== Segment start ==
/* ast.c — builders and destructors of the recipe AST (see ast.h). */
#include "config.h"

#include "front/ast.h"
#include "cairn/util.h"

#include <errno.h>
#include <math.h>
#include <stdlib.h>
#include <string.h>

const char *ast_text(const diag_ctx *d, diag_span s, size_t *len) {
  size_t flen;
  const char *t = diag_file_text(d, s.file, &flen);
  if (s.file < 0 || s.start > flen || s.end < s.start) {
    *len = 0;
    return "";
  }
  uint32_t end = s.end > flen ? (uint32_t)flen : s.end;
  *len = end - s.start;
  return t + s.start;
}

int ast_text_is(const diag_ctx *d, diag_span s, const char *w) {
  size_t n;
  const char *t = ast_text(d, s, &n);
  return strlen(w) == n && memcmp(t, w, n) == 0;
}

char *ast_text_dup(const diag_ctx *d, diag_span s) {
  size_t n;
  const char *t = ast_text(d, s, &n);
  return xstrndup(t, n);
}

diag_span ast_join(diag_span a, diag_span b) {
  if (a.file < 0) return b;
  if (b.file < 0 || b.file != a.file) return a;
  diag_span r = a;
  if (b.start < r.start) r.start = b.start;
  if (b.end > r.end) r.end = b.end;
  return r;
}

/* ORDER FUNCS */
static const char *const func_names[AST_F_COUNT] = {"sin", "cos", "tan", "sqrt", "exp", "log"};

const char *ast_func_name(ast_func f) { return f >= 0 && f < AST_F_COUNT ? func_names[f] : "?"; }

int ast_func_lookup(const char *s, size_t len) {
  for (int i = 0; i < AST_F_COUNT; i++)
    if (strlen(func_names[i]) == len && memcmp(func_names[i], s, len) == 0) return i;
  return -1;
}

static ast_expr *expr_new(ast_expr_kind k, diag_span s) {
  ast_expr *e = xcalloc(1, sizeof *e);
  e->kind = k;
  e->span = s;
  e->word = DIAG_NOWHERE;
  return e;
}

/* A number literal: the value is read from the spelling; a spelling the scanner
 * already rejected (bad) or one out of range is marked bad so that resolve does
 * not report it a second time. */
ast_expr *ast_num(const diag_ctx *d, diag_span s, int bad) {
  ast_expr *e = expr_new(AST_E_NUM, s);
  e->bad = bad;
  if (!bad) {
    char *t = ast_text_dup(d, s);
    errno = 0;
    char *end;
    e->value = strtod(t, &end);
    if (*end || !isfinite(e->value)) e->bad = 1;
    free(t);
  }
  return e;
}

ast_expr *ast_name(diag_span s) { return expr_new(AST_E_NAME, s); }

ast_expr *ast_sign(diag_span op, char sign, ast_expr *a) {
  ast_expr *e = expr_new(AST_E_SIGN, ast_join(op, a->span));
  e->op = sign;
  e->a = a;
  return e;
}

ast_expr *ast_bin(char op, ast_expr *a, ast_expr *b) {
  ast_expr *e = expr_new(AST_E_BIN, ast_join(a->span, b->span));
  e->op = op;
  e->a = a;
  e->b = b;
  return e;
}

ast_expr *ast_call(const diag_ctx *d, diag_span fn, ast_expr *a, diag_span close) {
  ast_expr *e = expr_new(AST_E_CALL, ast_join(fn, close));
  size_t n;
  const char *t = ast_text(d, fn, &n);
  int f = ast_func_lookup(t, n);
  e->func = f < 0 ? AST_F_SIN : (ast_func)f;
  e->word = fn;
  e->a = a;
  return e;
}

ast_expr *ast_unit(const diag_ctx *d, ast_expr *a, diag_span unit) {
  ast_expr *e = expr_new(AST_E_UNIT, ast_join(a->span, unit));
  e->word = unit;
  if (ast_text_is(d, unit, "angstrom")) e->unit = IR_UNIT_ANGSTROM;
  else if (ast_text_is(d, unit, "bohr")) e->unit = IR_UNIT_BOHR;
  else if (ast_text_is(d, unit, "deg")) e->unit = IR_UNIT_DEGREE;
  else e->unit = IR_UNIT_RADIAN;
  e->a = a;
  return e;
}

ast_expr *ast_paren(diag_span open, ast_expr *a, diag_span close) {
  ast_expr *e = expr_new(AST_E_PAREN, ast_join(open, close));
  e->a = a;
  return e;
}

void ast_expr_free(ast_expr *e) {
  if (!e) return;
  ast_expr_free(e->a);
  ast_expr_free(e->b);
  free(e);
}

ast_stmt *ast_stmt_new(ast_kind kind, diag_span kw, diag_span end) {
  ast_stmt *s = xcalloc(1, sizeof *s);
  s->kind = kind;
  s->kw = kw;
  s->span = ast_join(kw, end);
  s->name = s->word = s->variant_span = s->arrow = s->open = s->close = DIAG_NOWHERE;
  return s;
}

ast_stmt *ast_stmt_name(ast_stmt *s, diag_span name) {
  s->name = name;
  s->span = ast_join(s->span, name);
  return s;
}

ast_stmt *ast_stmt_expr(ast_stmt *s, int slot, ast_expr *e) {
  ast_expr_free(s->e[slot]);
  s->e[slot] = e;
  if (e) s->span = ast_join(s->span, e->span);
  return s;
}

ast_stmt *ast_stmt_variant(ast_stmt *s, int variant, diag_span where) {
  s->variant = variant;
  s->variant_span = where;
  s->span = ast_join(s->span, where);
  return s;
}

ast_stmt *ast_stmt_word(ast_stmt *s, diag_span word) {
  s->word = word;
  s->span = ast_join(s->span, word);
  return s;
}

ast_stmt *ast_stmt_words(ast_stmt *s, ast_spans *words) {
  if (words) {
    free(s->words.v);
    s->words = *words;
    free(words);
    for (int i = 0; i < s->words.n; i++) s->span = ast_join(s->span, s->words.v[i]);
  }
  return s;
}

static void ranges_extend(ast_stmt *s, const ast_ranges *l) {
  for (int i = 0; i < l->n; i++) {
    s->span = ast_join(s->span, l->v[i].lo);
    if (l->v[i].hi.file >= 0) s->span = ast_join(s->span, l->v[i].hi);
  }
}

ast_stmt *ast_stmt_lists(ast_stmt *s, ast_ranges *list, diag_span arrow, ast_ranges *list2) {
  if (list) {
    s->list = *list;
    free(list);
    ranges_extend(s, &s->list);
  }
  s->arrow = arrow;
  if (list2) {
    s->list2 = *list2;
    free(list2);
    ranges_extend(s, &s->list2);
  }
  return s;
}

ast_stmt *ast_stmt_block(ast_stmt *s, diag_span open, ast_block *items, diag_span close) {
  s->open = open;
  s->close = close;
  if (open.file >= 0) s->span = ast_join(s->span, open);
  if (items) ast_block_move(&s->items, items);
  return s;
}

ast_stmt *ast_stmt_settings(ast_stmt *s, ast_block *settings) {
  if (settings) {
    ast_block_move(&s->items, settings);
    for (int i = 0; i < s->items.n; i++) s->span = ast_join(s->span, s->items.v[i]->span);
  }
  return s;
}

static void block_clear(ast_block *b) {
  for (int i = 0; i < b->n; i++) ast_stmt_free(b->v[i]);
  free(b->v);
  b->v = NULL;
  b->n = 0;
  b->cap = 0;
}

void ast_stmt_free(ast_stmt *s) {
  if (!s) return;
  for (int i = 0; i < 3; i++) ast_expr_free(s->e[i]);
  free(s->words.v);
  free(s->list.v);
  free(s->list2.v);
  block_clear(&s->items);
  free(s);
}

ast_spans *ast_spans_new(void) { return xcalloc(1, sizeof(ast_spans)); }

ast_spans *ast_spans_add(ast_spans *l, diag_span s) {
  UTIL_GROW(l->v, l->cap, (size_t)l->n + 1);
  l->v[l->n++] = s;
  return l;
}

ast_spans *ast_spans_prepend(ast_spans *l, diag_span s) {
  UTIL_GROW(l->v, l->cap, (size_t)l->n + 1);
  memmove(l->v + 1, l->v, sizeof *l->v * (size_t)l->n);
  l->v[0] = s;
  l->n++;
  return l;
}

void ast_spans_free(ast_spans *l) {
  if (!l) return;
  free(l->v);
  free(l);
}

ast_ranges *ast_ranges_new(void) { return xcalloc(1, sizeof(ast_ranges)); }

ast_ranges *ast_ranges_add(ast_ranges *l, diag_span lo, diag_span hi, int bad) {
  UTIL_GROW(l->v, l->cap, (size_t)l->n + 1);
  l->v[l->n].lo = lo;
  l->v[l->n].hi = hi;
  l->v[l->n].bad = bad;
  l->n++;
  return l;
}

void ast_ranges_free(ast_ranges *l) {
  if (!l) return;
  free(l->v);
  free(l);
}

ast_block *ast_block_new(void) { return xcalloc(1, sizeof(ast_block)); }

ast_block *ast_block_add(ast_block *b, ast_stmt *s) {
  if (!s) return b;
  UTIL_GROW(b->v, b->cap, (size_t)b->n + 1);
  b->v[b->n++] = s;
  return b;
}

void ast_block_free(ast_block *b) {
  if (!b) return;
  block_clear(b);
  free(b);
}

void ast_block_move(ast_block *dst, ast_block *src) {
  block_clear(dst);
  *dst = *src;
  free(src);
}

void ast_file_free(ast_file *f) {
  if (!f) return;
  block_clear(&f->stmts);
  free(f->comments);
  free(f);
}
== Segment end ==
__WORK REQUIRED__. From the listing above, collect every line that mentions the word "open".

__ANSWER SPACE__.
ast_expr *ast_paren(diag_span open, ast_expr *a, diag_span close) {
  ast_expr *e = expr_new(AST_E_PAREN, ast_join(open, close));
  s->name = s->word = s->variant_span = s->arrow = s->open = s->close = DIAG_NOWHERE;
ast_stmt *ast_stmt_block(ast_stmt *s, diag_span open, ast_block *items, diag_span close) {
  s->open = open;
  if (open.file >= 0) s->span = ast_join(s->span, open);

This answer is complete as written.